> Task:
How many separate lines of the data contain "move"? Give the count and nothing else.

Collected data entries
#####

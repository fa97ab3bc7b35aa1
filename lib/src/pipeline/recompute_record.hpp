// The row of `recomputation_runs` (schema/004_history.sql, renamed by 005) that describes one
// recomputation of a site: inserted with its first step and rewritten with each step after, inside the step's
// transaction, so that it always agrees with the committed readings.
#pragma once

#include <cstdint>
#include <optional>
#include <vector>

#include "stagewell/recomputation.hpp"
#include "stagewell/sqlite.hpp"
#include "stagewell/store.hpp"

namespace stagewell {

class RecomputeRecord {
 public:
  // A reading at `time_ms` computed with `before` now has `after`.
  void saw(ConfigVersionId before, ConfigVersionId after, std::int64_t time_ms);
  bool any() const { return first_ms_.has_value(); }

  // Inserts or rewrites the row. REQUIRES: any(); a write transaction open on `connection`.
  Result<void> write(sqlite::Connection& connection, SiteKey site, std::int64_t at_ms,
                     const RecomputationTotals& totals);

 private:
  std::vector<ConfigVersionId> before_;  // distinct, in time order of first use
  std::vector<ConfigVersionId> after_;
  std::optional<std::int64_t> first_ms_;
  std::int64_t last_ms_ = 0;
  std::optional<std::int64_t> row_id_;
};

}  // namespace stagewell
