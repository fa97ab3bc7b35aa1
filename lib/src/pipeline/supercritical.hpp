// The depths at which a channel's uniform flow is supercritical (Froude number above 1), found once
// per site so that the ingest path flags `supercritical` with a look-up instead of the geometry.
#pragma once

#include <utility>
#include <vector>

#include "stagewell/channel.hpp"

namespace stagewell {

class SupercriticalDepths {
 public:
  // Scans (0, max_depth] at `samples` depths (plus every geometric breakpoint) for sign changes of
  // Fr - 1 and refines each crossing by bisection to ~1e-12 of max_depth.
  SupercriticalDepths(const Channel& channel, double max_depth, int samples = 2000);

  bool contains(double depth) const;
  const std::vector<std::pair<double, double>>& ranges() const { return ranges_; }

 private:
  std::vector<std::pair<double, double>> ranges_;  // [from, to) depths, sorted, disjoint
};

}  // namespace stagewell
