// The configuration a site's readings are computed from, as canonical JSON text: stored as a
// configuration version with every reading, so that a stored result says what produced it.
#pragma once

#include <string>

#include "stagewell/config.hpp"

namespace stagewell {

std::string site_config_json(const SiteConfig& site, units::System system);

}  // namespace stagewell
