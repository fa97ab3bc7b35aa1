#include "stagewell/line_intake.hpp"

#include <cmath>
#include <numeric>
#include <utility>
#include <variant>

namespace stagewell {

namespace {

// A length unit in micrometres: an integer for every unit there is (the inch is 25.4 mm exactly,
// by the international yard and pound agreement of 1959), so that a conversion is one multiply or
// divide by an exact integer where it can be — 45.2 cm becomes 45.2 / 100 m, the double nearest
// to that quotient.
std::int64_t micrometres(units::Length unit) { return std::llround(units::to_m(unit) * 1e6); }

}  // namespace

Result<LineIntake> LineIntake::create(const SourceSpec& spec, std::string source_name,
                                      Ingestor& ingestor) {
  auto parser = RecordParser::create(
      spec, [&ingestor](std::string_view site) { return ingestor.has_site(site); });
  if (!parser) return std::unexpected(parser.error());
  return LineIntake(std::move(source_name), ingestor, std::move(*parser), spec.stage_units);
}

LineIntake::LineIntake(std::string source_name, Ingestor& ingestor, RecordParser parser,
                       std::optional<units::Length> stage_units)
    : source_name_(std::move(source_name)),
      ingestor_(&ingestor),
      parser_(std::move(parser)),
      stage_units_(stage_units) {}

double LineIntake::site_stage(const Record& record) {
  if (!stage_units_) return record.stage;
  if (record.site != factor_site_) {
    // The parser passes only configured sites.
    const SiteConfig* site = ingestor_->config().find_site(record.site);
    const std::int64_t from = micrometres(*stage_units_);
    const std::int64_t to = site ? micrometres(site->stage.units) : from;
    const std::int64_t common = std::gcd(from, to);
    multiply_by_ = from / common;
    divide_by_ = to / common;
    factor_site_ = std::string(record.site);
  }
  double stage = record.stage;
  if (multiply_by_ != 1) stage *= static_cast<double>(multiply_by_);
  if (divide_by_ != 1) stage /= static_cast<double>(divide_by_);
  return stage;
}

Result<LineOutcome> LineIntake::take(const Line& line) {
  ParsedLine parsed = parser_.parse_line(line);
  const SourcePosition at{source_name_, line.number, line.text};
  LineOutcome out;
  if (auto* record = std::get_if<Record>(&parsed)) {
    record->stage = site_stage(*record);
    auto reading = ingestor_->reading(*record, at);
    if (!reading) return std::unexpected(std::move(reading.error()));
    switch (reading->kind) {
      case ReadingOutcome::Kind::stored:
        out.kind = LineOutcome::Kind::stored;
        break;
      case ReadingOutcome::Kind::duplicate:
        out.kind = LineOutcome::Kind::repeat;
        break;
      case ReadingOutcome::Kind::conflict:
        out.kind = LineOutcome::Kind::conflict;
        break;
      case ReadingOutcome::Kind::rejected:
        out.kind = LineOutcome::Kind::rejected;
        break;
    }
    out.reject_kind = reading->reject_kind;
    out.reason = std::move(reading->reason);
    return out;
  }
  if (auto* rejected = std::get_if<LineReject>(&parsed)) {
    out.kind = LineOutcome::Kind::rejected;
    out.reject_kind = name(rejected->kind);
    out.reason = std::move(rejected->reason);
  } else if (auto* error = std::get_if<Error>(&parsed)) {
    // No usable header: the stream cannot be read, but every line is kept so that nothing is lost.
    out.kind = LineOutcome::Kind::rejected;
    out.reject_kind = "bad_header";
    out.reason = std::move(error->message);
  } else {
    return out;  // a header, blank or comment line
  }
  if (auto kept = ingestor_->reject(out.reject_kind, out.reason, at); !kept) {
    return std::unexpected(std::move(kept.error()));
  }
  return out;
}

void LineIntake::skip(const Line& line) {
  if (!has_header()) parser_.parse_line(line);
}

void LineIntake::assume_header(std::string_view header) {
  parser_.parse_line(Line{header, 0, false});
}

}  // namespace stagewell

#####

> Reply:
8